On June 26, 2015, the United States Supreme Court invoked the Fourteenth Amendment in the landmark Obergefell v. Hodges decision in holding that the Law of the Land is now that all states are required to grant same-sex marriages and recognize same-sex marriages lawfully performed in other states.  In writing for the majority in the 5-4 ruling, Justice Anthony Kennedy wrote:

“No union is more profound than marriage, for it embodies the highest ideals of love, fidelity, devotion, sacrifice, and family. In forming a marital union, two people become something greater than once they were. As some of the petitioners in these cases demonstrate, marriage embodies a love that may endure even past death. It would misunderstand these men and women to say they disrespect the idea of marriage. Their plea is that they do respect it, respect it so deeply that they seek to find its fulfillment for themselves. Their hope is not to be condemned to live in loneliness, excluded from one of civilization’s oldest institutions. They ask for equal dignity in the eyes of the law. The Constitution grants them that right.”

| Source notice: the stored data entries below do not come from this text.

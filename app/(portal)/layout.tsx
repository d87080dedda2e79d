import { AppHeader } from "@/components/shell/app-header";
import { getCompany } from "@/lib/data/company";
import { portalNav } from "@/lib/nav";
import { requireHomeownerPage } from "@/lib/session";

export default async function PortalLayout({ children }: { children: React.ReactNode }) {
  const user = await requireHomeownerPage();
  const company = await getCompany(user);
  return (
    <>
      <AppHeader user={user} companyName={company?.name ?? ""} nav={portalNav} />
      <main className="mx-auto max-w-4xl px-4 py-6 sm:py-8">{children}</main>
    </>
  );
}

On this July 4, 2015, please take a moment to remember the countless Americans who have fought, since our Nation’s birth with the signing of the Declaration of Independence two hundred and thirty nine years ago, to preserve the liberties we enjoy today.   As citizens of this great country we cannot never forget to live the words written by one of this nation’s founding fathers, Thomas Jefferson, in the Declaration of Independence:  “We hold these truths to be self-evident, that all men are created equal, that they are endowed by their Creator with certain unalienable Rights, that among these are Life, Liberty and the pursuit of Happiness.”